Problem to work on | From the entries below, output the line with "from prep.report import Assets" and each following line up to and including the line with "- matplotlib Colormap", exactly as written.

(Records from a dataset)
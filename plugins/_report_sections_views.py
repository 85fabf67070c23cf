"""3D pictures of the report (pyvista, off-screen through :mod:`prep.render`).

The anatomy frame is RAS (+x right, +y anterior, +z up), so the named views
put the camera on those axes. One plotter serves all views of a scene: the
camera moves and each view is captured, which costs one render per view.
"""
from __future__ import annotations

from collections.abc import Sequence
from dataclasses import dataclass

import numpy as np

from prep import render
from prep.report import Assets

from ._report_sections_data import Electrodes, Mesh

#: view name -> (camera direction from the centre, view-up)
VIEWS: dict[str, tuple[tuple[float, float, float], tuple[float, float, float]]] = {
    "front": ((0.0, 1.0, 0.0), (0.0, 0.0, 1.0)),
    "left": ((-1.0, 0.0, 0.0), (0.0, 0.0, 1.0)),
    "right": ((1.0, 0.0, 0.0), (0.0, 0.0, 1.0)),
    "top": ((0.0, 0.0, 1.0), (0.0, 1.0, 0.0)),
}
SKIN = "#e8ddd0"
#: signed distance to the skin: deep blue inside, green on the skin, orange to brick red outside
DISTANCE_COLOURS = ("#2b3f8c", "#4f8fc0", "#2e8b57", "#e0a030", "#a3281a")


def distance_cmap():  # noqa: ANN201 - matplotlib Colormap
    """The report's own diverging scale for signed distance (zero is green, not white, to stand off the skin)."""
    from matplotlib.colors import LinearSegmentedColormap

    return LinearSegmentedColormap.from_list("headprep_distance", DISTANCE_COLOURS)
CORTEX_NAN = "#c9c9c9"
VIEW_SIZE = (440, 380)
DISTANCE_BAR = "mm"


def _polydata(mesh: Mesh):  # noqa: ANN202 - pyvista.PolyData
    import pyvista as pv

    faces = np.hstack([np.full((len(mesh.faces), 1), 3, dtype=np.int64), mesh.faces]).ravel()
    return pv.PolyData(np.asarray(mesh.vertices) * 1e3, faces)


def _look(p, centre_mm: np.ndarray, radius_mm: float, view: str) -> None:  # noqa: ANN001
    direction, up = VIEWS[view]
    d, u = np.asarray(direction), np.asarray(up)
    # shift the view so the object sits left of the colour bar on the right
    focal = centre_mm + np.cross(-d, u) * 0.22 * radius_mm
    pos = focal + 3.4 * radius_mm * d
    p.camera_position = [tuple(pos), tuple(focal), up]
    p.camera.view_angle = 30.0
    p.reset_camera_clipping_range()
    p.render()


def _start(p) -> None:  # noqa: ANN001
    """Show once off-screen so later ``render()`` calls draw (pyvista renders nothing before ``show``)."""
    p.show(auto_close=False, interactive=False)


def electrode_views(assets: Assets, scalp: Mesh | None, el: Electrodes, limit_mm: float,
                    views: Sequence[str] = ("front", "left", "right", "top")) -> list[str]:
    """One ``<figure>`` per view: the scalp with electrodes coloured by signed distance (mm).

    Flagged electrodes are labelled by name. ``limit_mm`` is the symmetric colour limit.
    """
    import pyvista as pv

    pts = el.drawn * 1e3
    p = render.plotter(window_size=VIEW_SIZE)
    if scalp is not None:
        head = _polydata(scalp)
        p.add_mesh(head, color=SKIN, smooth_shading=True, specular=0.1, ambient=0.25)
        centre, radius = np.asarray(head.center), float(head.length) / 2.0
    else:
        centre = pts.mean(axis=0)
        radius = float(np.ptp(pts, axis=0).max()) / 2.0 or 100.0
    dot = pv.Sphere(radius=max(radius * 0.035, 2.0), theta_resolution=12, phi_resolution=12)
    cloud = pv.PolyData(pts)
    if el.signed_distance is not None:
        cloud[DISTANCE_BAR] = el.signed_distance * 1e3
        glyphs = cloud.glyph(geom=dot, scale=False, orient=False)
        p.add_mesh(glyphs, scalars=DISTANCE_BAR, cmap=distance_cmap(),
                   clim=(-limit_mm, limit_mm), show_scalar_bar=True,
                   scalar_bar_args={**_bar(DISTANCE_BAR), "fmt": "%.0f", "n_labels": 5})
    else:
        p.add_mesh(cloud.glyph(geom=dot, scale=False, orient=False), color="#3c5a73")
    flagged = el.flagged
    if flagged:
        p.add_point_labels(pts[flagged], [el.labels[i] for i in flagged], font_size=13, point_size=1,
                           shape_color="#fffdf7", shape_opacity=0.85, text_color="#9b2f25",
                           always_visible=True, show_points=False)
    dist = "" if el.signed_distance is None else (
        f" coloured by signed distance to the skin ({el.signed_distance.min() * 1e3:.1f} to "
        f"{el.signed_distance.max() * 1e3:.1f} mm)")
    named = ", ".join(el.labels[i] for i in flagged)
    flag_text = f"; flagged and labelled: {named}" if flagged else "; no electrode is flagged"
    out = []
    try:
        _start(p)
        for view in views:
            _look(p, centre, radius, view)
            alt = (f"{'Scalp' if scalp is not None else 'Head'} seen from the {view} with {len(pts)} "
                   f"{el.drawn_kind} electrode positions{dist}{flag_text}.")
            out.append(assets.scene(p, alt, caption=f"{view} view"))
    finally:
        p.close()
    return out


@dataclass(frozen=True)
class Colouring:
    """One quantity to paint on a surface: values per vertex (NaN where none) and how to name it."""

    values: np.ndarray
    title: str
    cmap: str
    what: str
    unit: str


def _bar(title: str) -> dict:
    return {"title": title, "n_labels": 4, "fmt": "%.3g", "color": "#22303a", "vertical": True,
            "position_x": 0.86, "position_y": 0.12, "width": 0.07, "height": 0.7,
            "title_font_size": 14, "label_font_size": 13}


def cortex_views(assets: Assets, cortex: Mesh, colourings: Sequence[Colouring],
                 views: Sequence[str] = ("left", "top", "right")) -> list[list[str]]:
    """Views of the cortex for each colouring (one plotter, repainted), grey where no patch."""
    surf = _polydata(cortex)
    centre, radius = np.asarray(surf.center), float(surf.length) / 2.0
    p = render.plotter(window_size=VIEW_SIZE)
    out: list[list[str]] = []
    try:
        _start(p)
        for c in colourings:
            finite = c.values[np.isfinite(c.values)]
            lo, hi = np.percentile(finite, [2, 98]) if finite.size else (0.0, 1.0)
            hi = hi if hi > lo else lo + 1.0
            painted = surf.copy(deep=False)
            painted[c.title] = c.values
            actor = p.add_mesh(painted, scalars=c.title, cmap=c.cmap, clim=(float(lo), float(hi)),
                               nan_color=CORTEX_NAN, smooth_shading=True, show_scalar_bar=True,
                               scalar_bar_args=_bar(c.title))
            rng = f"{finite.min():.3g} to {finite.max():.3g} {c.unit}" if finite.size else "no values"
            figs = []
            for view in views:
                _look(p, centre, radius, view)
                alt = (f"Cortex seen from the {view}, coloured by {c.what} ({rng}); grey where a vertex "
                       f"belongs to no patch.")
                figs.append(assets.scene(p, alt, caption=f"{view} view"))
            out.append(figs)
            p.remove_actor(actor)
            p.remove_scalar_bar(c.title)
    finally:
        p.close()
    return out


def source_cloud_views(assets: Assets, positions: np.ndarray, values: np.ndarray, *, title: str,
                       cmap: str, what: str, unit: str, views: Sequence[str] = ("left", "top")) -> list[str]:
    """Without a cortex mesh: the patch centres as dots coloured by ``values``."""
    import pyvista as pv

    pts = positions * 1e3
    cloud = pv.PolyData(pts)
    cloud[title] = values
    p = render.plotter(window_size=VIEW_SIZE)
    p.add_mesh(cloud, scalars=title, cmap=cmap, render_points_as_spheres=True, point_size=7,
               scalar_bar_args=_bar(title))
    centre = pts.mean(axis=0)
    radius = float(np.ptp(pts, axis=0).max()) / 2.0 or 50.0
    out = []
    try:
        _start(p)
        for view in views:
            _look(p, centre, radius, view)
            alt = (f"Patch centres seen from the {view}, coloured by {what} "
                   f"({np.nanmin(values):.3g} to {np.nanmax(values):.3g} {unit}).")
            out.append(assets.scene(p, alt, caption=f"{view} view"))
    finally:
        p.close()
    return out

Exercise output |
from prep.report import Assets

from ._report_sections_data import Electrodes, Mesh

#: view name -> (camera direction from the centre, view-up)
VIEWS: dict[str, tuple[tuple[float, float, float], tuple[float, float, float]]] = {
    "front": ((0.0, 1.0, 0.0), (0.0, 0.0, 1.0)),
    "left": ((-1.0, 0.0, 0.0), (0.0, 0.0, 1.0)),
    "right": ((1.0, 0.0, 0.0), (0.0, 0.0, 1.0)),
    "top": ((0.0, 0.0, 1.0), (0.0, 1.0, 0.0)),
}
SKIN = "#e8ddd0"
#: signed distance to the skin: deep blue inside, green on the skin, orange to brick red outside
DISTANCE_COLOURS = ("#2b3f8c", "#4f8fc0", "#2e8b57", "#e0a030", "#a3281a")


def distance_cmap():  # noqa: ANN201 - matplotlib Colormap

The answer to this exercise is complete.